Transcript Collector Walkthrough
The Transcript Collector uses a chunk-based approach to process conversations, where the user's input is broken down into smaller chunks. The tool can detect natural breaks in the conversation, such as pauses or sentence endings, to determine when to start a new chunk. Once a chunk is complete, the transcript collector combines the individual sentences to form a complete transcript.
LLModel Walkthrough
The LLModel is provided by Grock, a company that specializes in serving custom-designed chips for inference. The LLModel is used for natural language processing tasks, such as text-to-speech conversion and language translation. The LLModel can process large volumes of text quickly, with the ability to handle up to 526 tokens per second.
API Walkthrough
The LLModel API provides two functions: batch and streaming. The batch function processes a large amount of text in a single request, while the streaming function processes text in real-time. The batch function is useful for processing large amounts of text quickly, while the streaming function is useful for processing text in real-time.
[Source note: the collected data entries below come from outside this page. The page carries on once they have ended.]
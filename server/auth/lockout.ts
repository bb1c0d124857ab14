import type { Sequelize } from 'sequelize';
import { writeTransaction } from '../db/write-transaction';
import { AppError } from '../lib/errors';
import { recordAudit } from '../modules/audit/audit.service';
import { countAddressFailure } from '../modules/auth/sign-in-failures.repository';
import { clearFailedPasswords, countFailedPassword, readFailureCount } from '../modules/users/users.repository';

/*
 * Lock-out after repeated wrong passwords (OWASP ASVS 4.0, 2.2.1). Sign-in, the signing password and the
 * current password of a change all count toward the same counter. Every count is one UPDATE … RETURNING inside
 * the queued write transaction, and a right password is admitted only after reading the counter inside the same
 * queue, so a burst of concurrent guesses cannot slip past the limit.
 */

export const LOCKOUT_THRESHOLD = 5;
export const LOCKOUT_MINUTES = 15;

/** One answer whether or not the e-mail address belongs to an account. */
export const accountLocked = () =>
  new AppError(
    'ACCOUNT_LOCKED',
    `Too many wrong passwords in a row: this sign-in is paused for ${LOCKOUT_MINUTES} minutes. An administrator can lift the pause by setting a temporary password.`,
  );

/** Whose counter: an account, or an e-mail address with no usable account behind it. */
export type Counter = { userId: number } | { email: string };

export function isLocked(lockedUntil: Date | string | null, now: Date): boolean {
  return lockedUntil !== null && new Date(lockedUntil) > now;
}

export function refuseIfLocked(lockedUntil: Date | string | null, now: Date): void {
  if (isLocked(lockedUntil, now)) throw accountLocked();
}

/**
 * Counts a wrong password and throws: 423 when the counter is locked after this failure (this one may have
 * reached the limit, or concurrent ones did), otherwise the caller's own error.
 */
export async function countWrongPassword(
  sequelize: Sequelize,
  counter: Counter,
  wrong: () => AppError,
  now = new Date(),
): Promise<never> {
  const opts = { threshold: LOCKOUT_THRESHOLD, lockUntil: new Date(now.getTime() + LOCKOUT_MINUTES * 60_000) };
  const count = await writeTransaction(sequelize, async (t) => {
    const c =
      'userId' in counter
        ? await countFailedPassword(counter.userId, opts, t)
        : await countAddressFailure(sequelize, counter.email, { ...opts, now }, t);
    if (c && c.failedLogins % LOCKOUT_THRESHOLD === 0) {
      await recordAudit(
        null,
        {
          action: 'lock-out',
          entity: 'user',
          entityId: 'userId' in counter ? counter.userId : null,
          note: `${c.failedLogins} wrong passwords in a row${'email' in counter ? ` for ${counter.email} (no usable account)` : ''}; paused until ${opts.lockUntil.toISOString()}`,
        },
        t,
      );
    }
    return c;
  });
  if (count && isLocked(count.lockedUntil, now)) throw accountLocked();
  throw wrong();
}

/**
 * The serialised step after a right password: the counter is read inside the write queue, so failures counted
 * before it are seen; a lock answers 423, otherwise the counter starts again from zero.
 */
export async function admitRightPassword(sequelize: Sequelize, userId: number, now = new Date()): Promise<void> {
  await writeTransaction(sequelize, async (t) => {
    const count = await readFailureCount(userId, t);
    if (!count) return;
    refuseIfLocked(count.lockedUntil, now);
    if (count.failedLogins !== 0 || count.lockedUntil) await clearFailedPasswords(userId, t);
  });
}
Text-to-Speech Conversion with Deep Gram's Aura Streaming
Deep Gram's Aura Streaming is a new model that converts text to speech. The model is trained on a large dataset of audio recordings, which allows it to generate high-quality speech. The tool can be used to convert text to speech, allowing users to listen to their conversations or text in a more engaging way.
Deepgram Streaming
To reduce Time to First Data (TTFD), we send data in chunks, one at a time. We measure the distance between sending data and receiving the first chunk back (TTFB). We start playing audio as soon as the first chunk is received. Deepgram's models are quick, processing one second of data in less than 1 second.
Streaming Request
To make a streaming request, we make a POST request to the Deepgram URL for text-to-speech. We set stream
to true
and specify chunk
in the response, which receives each chunk of data. We use iterContent
to process each chunk of data as it's received.
Processing Chunks
We write each chunk of data to FFmpeg, which will play the audio. We measure performance returns, which are super linear.
Conversation Manager
We create a language model processor to keep track of chat messages. We add a little memory to the conversation via Lang chain. We use an exit word (goodbye) to exit the program. We process the transcription response and give it to the LL (Language Model). We give the LL response to the text-to-speech model and reset the transcription response after processing.
Running a Language Model Forever
To run the language model indefinitely, we use a loop that continues until the user stops it. The language model is used to chat with the user and respond to their queries. The model's latency is around 1-2 seconds, which is relatively slow compared to other language models.
Language Model Latency
The latency includes network latency, which can be affected by Wi-Fi speed. The Deepgram processing time is likely faster than the reported latency. The language model's latency can be masked by inserting filler words or silence to buy more time.
Interrupting the AI
Interrupting the AI is difficult and requires more complex code. It's a software engineering problem rather than an AI problem.
Streaming Speech into the Model
The model can be trained to predict the user's speech in real-time. The user's speech can be streamed into the model as they speak. The model can then predict the rest of the user's sentence and form a response.
Cost of Tokens and Intelligence
The cost of tokens and intelligence is decreasing to zero. Implementing real-time speech prediction could be a valuable feature in text-to-speech applications.
Conclusion
The language model's latency can be improved by optimizing the model or using filler words. Interrupting the AI is a software engineering problem rather than an AI problem. Streaming speech into the model can be a valuable feature in text-to-speech applications. By combining the fastest LLM with the fastest TTS model, we can create a conversational AI that can chat with users in real-time.